‘Quanto mais juntar porcaria, menos chance tem de ganhar’, diz Abilio
O prefeito de Cuiabá, Abilio Brunini (PL), criticou a possível formação de um grupo político reunindo o senador Jayme Campos (União), a família Riva e o ex-prefeito de Cuiabá Emanuel Pinheiro (PSD) em torno da candidatura de Wellington Fagundes (PL) ao governo.
Para Abilio, a estratégia representa um erro e não será capaz de garantir a vitória na disputa pelo Palácio Paiaguás.
“É um erro. Juntar Jayme, Riva, Emanuel, não ganha eleição. Isso é prova muito clara. Não ganhou em Cuiabá, não ganhou em Várzea Grande, não ganhou em Rondonópolis, não ganhou em Primavera. E não ganhará o Governo do Estado de Mato Grosso. Quanto mais juntar porcaria num grupo só, menos chance tem de ganhar. Se a intenção é perder, continua juntando essa turma toda aí”, disparou.
A declaração ocorre em meio aos rumores de que Emanuel estaria em conversas com Wellington para apoiar sua candidatura. O movimento ganhou força depois que Jayme, derrotado na convenção do União Brasil, anunciou que caminhará com Fagundes. A deputada estadual Janaina Riva (MDB), nora do senador, também integra o projeto e disputa uma vaga ao Senado.
Derrotas
Abilio também usou a eleição de Cuiabá e Várzea Grande para sustentar sua avaliação. Ele lembrou que Kalil Baracat (MDB), candidato à reeleição em 2024, contou com o apoio de lideranças que hoje podem integrar o mesmo grupo de Wellington.
“Alguém aqui diria que a Flávia ganha ali em Várzea Grande? Nenhuma pesquisa diria isso. Nenhum grupo político diria isso. E do lado do Kalil estava toda essa turma. Toda essa turma estava do lado de lá. Toda essa turma apoiava o Kalil”, afirmou.
Para o prefeito, a derrota de Kalil diante de Flávia Moretti (PL) mostrou que a reunião de lideranças tradicionais não necessariamente se transforma em votos.
“E por que ele perdeu? Porque o povo de Mato Grosso não quer mais essa turma aqui”, disse.
Abilio ainda criticou a atuação de assessores e perfis nas redes sociais que, segundo ele, tentam influenciar a percepção sobre o cenário eleitoral.
“E não adianta botar assessor em matéria para ficar comentando, não adianta ficar contratando robôzinho para… Você vai ver aí vários comentários nos veículos, perfil fake, assessor de deputado e não sei o quê. Pode reclamar o que for”, afirmou.

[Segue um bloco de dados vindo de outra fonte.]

"""Load posting from rating factors: the LRFR posting law, SHV screening, EV posting limits.

- Rating in tons RT = RF x W, W the rating vehicle's weight in tons; safe posting load
  W/0.7 (RF - 0.3) for 0.3 <= RF < 1.0; below 0.3 the bridge should be considered for closing;
  none at RF >= 1.0 (MBE 6A.8.3; confirmed by M. A. Khan, *Bridge and Highway Structure
  Rehabilitation and Repair*, McGraw-Hill 2010, ch. 5 p. 187). The law maps RF = 1 to W and
  RF = 0.3 to 0, so the posted load falls faster than RT.
- Specialized hauling vehicles: the NRL is a screening load; NRL RF >= 1.0 means SU4 to SU7 need
  no posting, otherwise each SU vehicle with RF < 1.0 is posted (FHWA Questions and Answers on
  SHVs, March 2014: confirmed in substance).
- Emergency vehicles: when an operating RF of EV2 or EV3 is below 1.0, post a single-axle limit
  RF(EV2) x 33.5 kip, a tandem limit RF(EV3) x 62 kip and a gross limit RF x GVW (the lesser of
  the two vehicles) (FHWA memorandum of 3 Nov 2016 as quoted by the TxDOT Bridge Inspection
  Manual: confirmed; the arithmetic of the limits from memory, unconfirmed).
- Posted values may be rounded down to a sign increment (common practice).

Example:
    >>> posting(0.65, 40.0).load            # 40/0.7 x 0.35 = 20 tons
    20.0
    >>> posting(0.82, 36.0, increment=1.0).load      # 26.74 rounded down
    26.0
    >>> posting(0.2, 36.0).action, posting(1.0, 36.0).action
    ('consider closing', 'none')
"""

from __future__ import annotations

import math
from collections.abc import Mapping
from dataclasses import dataclass

from influence.errors import ModelError
from influence.rating.tables import POSTING_FILE, data_file


@dataclass(frozen=True)
class Posting:
    """The posting for one vehicle.

    Attributes:
        rating_factor: RF [-].
        weight: the vehicle's weight W [tons, or the unit given].
        rating: RT = RF x W [as weight].
        action: "none" (RF >= 1), "post" or "consider closing" (RF < 0.3).
        exact_load: W/0.7 (RF - 0.3) before rounding [as weight]; None unless posted.
        load: the posted load, rounded down to the increment if one was given; None unless
            posted.
        mark: source and confidence.
    """

    rating_factor: float
    weight: float
    rating: float
    action: str
    exact_load: float | None
    load: float | None
    mark: str


def _rounded_down(value: float, increment: float | None) -> float:
    if increment is None:
        return value
    # a value a hair under a whole increment from floating-point noise still counts as whole
    return increment * math.floor(value / increment + 1e-9)


def rating_tons(rating_factor: float, weight: float) -> float:
    """RT = RF x W [tons when W is in tons].

    Example:
        >>> rating_tons(0.9, 36.0)
        32.4
    """
    return round(rating_factor * weight, 12)


def posting(rating_factor: float, weight: float, increment: float | None = None) -> Posting:
    """The posting for one legal vehicle of weight W (LRFR posting law).

    Args:
        rating_factor: RF of the vehicle at the level used for posting [-].
        weight: W [tons, or any weight unit; the result is in the same].
        increment: sign increment to round the posted load down to (None: no rounding).

    Raises:
        ModelError: for a weight or increment that is not positive.
    """
    if not weight > 0.0:
        raise ModelError(f"vehicle weight {weight!r}", item="weight",
                         fix="give the rating vehicle's weight, greater than 0")
    if increment is not None and not increment > 0.0:
        raise ModelError(f"sign increment {increment!r}", item="increment",
                         fix="give a positive increment, or none for no rounding")
    law = data_file(POSTING_FILE)["law"]
    rating = rating_tons(rating_factor, weight)
    if rating_factor >= 1.0:
        return Posting(rating_factor, weight, rating, "none", None, None, law["mark"])
    if rating_factor < law["lower"]:
        return Posting(rating_factor, weight, rating, "consider closing", None, None,
                       law["mark"])
    exact = round(weight / law["spread"] * (rating_factor - law["lower"]), 12)
    return Posting(rating_factor, weight, rating, "post", exact, _rounded_down(exact, increment),
                   law["mark"])


@dataclass(frozen=True)
class SingleUnitPosting:
    """The specialized-hauling-vehicle screening and the postings it leads to.

    Attributes:
        screening_factor: RF of the NRL [-].
        screened_out: True when NRL RF >= 1.0: no single-unit posting needed.
        postings: (vehicle name, posting) for each SU vehicle rated (empty when screened out).
        mark: source and confidence.
    """

    screening_factor: float
    screened_out: bool
    postings: tuple[tuple[str, Posting], ...]
    mark: str

    @property
    def posted(self) -> tuple[tuple[str, Posting], ...]:
        """The SU vehicles that need a posting (RF < 1.0)."""
        return tuple((name, p) for name, p in self.postings if p.action != "none")


def single_unit_posting(nrl_rating_factor: float,
                        single_units: Mapping[str, tuple[float, float]] | None = None,
                        increment: float | None = None) -> SingleUnitPosting:
    """Screen with the NRL; if it fails, post each SU vehicle with RF < 1.0.

    Args:
        nrl_rating_factor: RF of the notional rating load [-].
        single_units: vehicle name -> (RF, weight [tons]) for SU4, SU5, SU6 and SU7; needed
            only when the NRL RF is below 1.0.
        increment: sign increment for rounding down (None: no rounding).

    Raises:
        ModelError: when the NRL fails and an SU vehicle's rating is missing.

    Example:
        >>> single_unit_posting(1.05).screened_out
        True
        >>> result = single_unit_posting(0.9, {"SU4": (1.1, 27.0), "SU5": (0.95, 31.0),
        ...                                    "SU6": (0.9, 34.75), "SU7": (0.85, 38.75)})
        >>> [name for name, _ in result.posted]
        ['SU5', 'SU6', 'SU7']
    """
    table = data_file(POSTING_FILE)["shv"]
    if nrl_rating_factor >= 1.0:
        return SingleUnitPosting(nrl_rating_factor, True, (), table["mark"])
    given = dict(single_units or {})
    missing = [name for name in table["single_unit_vehicles"] if name not in given]
    if missing:
        raise ModelError(
            f"the NRL rating factor {nrl_rating_factor:g} is below 1.0 and "
            f"{', '.join(missing)} are not rated", item="SHV posting",
            fix="rate SU4, SU5, SU6 and SU7 and give their rating factors and weights")
    postings = tuple((name, posting(rf, weight, increment))
                     for name, (rf, weight) in given.items())
    return SingleUnitPosting(nrl_rating_factor, False, postings, table["mark"])


@dataclass(frozen=True)
class EmergencyVehicleLimits:
    """Emergency-vehicle posting limits (all None when both operating RFs are 1.0 or more).

    Attributes:
        single_axle_kip: RF(EV2) x 33.5 [kip].
        tandem_kip: RF(EV3) x 62 [kip].
        gross_kip: the lesser of RF(EV2) x 57.5 and RF(EV3) x 86 [kip].
        mark: source and confidence.
    """

    single_axle_kip: float | None
    tandem_kip: float | None
    gross_kip: float | None
    mark: str

    @property
    def posted(self) -> bool:
        return self.gross_kip is not None


def emergency_vehicle_limits(ev2_rating_factor: float, ev3_rating_factor: float,
                             increment_kip: float | None = None) -> EmergencyVehicleLimits:
    """Single-axle, tandem and gross limits from the operating RFs of EV2 and EV3.

    Args:
        ev2_rating_factor: operating RF of EV2 (single drive axle) [-].
        ev3_rating_factor: operating RF of EV3 (tandem axle) [-].
        increment_kip: sign increment for rounding down [kip] (None: no rounding).

    Example:
        >>> limits = emergency_vehicle_limits(0.8, 0.9)
        >>> limits.single_axle_kip, limits.tandem_kip, limits.gross_kip   # 0.8 x 57.5 governs
        (26.8, 55.8, 46.0)
        >>> emergency_vehicle_limits(1.0, 1.2).posted
        False
    """
    table = data_file(POSTING_FILE)["ev"]
    if min(ev2_rating_factor, ev3_rating_factor) >= 1.0:
        return EmergencyVehicleLimits(None, None, None, table["mark"])
    if increment_kip is not None and not increment_kip > 0.0:
        raise ModelError(f"sign increment {increment_kip!r}", item="increment",
                         fix="give a positive increment, or none for no rounding")
    ev2, ev3 = (next(v for v in table["vehicle"] if v["name"] == name) for name in ("EV2", "EV3"))
    gross = min(ev2_rating_factor * ev2["gross_kip"], ev3_rating_factor * ev3["gross_kip"])
    return EmergencyVehicleLimits(
        _rounded_down(round(ev2_rating_factor * ev2["axle_group_kip"], 12), increment_kip),
        _rounded_down(round(ev3_rating_factor * ev3["axle_group_kip"], 12), increment_kip),
        _rounded_down(round(gross, 12), increment_kip), table["mark"])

Na avaliação do prefeito, uma eventual união dos grupos não será suficiente para garantir a vitória de Wellington.
“O povo não quer mais essa turma no poder. E se eles acham que vai se juntar para tentar voltar ao poder, não vai dar certo. Vão perder. Enquanto mais juntar porcaria no mesmo grupo, vai perder”, completou.
Abilio mantém veto ao MDB
As críticas ocorrem após Abilio ter reafirmado que permanecerá no PL, apesar de ser contrário à aliança firmada entre o partido e o MDB para as eleições de 2026.
O prefeito chegou a admitir a possibilidade de deixar a legenda após a aproximação com o MDB, mas recuou e publicou uma foto ao lado do senador Flávio Bolsonaro (PL-RJ) e do deputado federal José Medeiros (PL), com a mensagem: “Ficamos no PL”.
Abilio também voltou a afirmar que não apoiará candidatos do MDB nem participará de palanques com integrantes da sigla.
“Não vou apoiar o MDB! Nenhum candidato do MDB! Não subo no palanque onde o MDB estiver”, publicou.
Apesar de permanecer no PL, o prefeito não citou Wellington Fagundes na manifestação. O senador é um dos principais articuladores da aliança com o MDB e tem Janaina Riva como uma das principais aliadas na disputa pelo Senado.